Las recientes celebraciones organizadas por el exalcalde de Ibagué Andrés Hurtado con ocasión de amor y amistad, y el cumpleaños de Santiago Barreto, primer sobrino del departamento, ponen en evidencia una mala práctica profundamente arraigada en la política local: la necesidad de exhibir poder político mediante fiestas multitudinarias, que no tienen otro propósito que el fortalecimiento de las redes clientelares y, por supuesto, el dañino culto a la personalidad que gobierna entre los políticos parroquiales.
La paradoja es que estos eventos, lejos de expresar cercanía con la realidad de la gente, son el reflejo de un sistema clientelista que refuerza la dependencia de las comunidades hacia los clanes políticos.

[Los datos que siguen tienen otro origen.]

* ``low_t="auto"`` (the default) first asks whether the bottom rises as ω² at all: a
  gap, an optical peak at the bottom, or a mode count that grows other than as ω³
  (exponent outside 2.4–4.5 between half the fit range and its top) gets no Debye
  branch, with a :class:`~modeheat.SpectrumWarning`, and the data are used as with
  ``"off"``.  Otherwise it fits g = a·ω² + b·ω⁴ plus a resolution term — a constant
  density for an interpolated or smeared DOS (what the unresolved bottom spreads
  upwards, to first order), a constant count for bins (Γ's zero modes or empty first
  bins, at most the first non-empty bin's count) and none for a list of modes (its
  count at ω = 0 is known) — by weighted least squares (weights t^(−3/2), t = ω/top),
  over 25 windows [r·top, top]: top where the data hold 0.8–2.5 % of three modes,
  r = 0.2–0.4.  The window fit with the median a is kept.  Below the cut-off
  ω_c the data are replaced by a·ω² + b·ω⁴ (a Debye branch and nodes for the ω⁴ part);
  ω_c is where the fitted resolution term of a density falls below 3 % of the law's
  mode count (within the window), and the top of the window for counts, which scatter
  with the mesh's shells.  Law and data above ω_c are scaled together to 3·atoms.
  θ_D(0) = (9·atoms/a)^(1/3).  Too coarse data for the windows fall back on ``"fit"``.
* ``low_t=θ`` (a float, K; see :func:`debye_temperature_from_sound`) fixes a =
  9·atoms/θ³ and chooses ω_c and b the same way; the data above ω_c hold the rest of
  the modes.
* ``low_t="fit"``: an ω² branch with the data's own mode count below the same ω_c.
* ``low_t="extrapolate"`` (sampled spectra): g = a·ω² + b·ω⁴ fitted to the lowest 2 %
  of the modes, continued as a·ω² below the point where the data follow that fit.
* ``low_t="off"``: the data as they are.

A cut-off given as ``low_t_cutoff`` replaces the chosen ω_c, with a pure ω² law below
it.  :attr:`Spectrum.low_t_method`, :attr:`Spectrum.low_t_cutoff` and
:attr:`Spectrum.low_t_summary` say what was applied.  Measured on an fcc spring
lattice (tests/test_low_t_continuation.py): with ``"auto"``, C_v at θ_D(0)/100 within
1.3 % of a converged zone sum from a 16³ to a 48³ tetrahedron DOS (the former default,
``"fit"`` below the third grid point, was 37 % / 16 % low).

**Atom count.**  The spectrum is normalised to 3 modes per atom, 3·atoms per formula
unit.  When ``atoms`` is not given it is read from the data: a density normalised to
3·n modes says n (see :class:`Spectrum` for when that is clear); otherwise the
constructors refuse with an :class:`~modeheat.errors.InputError`.  A given count that
the data clearly contradict draws an :class:`~modeheat.errors.AtomCountWarning`.
"""

from __future__ import annotations

import math
import warnings
from dataclasses import dataclass
from typing import Mapping

import numpy as np
from scipy import constants as _c

from .. import _checks
from .._document import Documented
from ..engine.modeset import ModeSet
from ..errors import AtomCountWarning, InputError, SpectrumWarning
from ..units import KELVIN_RANGE, check_unit, kelvin_per
from .continuation import _check_low_t, _histogram_modeset, _modes_modeset, _sampled_modeset

__all__ = ["Spectrum", "ReducedDensity", "debye_temperature_from_sound"]

_NOISE = 1e-2  # negative densities up to this fraction of the peak are clipped as noise
_ATOMS_TOLERANCE = 0.01  # a mode count within 1 % of 3·n ...
_ATOMS_MODES = 0.1  # ... and within 0.1 mode of it names n
_MAX_INFERRED_ATOMS = 32  # raw counts of any q-mesh of ≥ 33 points (3·atoms·N_q) lie above
_FINEST_STEP = 1e-9  # sampled frequencies above 0 but below this fraction of the highest are unresolvable


@dataclass(frozen=True)
class ReducedDensity:
    """The reduced density of states g(ω)/ω² against the Debye level.

    Attributes
    ----------
    frequency : ndarray — in `unit`
    reduced : ndarray — g/ω² in modes per formula unit per unit³
    debye_level : float — 9·atoms/θ_D(0)³ in the same unit, the value for a Debye solid
        with the spectrum's own low-temperature Debye temperature
    unit : str
    """

    frequency: np.ndarray
    reduced: np.ndarray
    debye_level: float
    unit: str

La fiesta de amor y amistad fue una demostración de que, para Hurtado, la política tiene más que ver con un concurso de popularidad que con la dignidad del servicio público. De allí la obsesión con la cifra de asistentes: 15.000 personas en la arena de conciertos que él mismo avaló de manera poco transparente durante su alcaldía, posiblemente previendo el uso que le iba a dar una vez regresara a la arena política. Negocios y política.
Lo de los Barreto va en la misma línea: fabricar una celebración de cumpleaños con el objetivo exclusivo de anunciar que la curul de Senado de la familia pasa de tío a sobrino. Poco disimulo, pero, sobre todo, muy poco republicano.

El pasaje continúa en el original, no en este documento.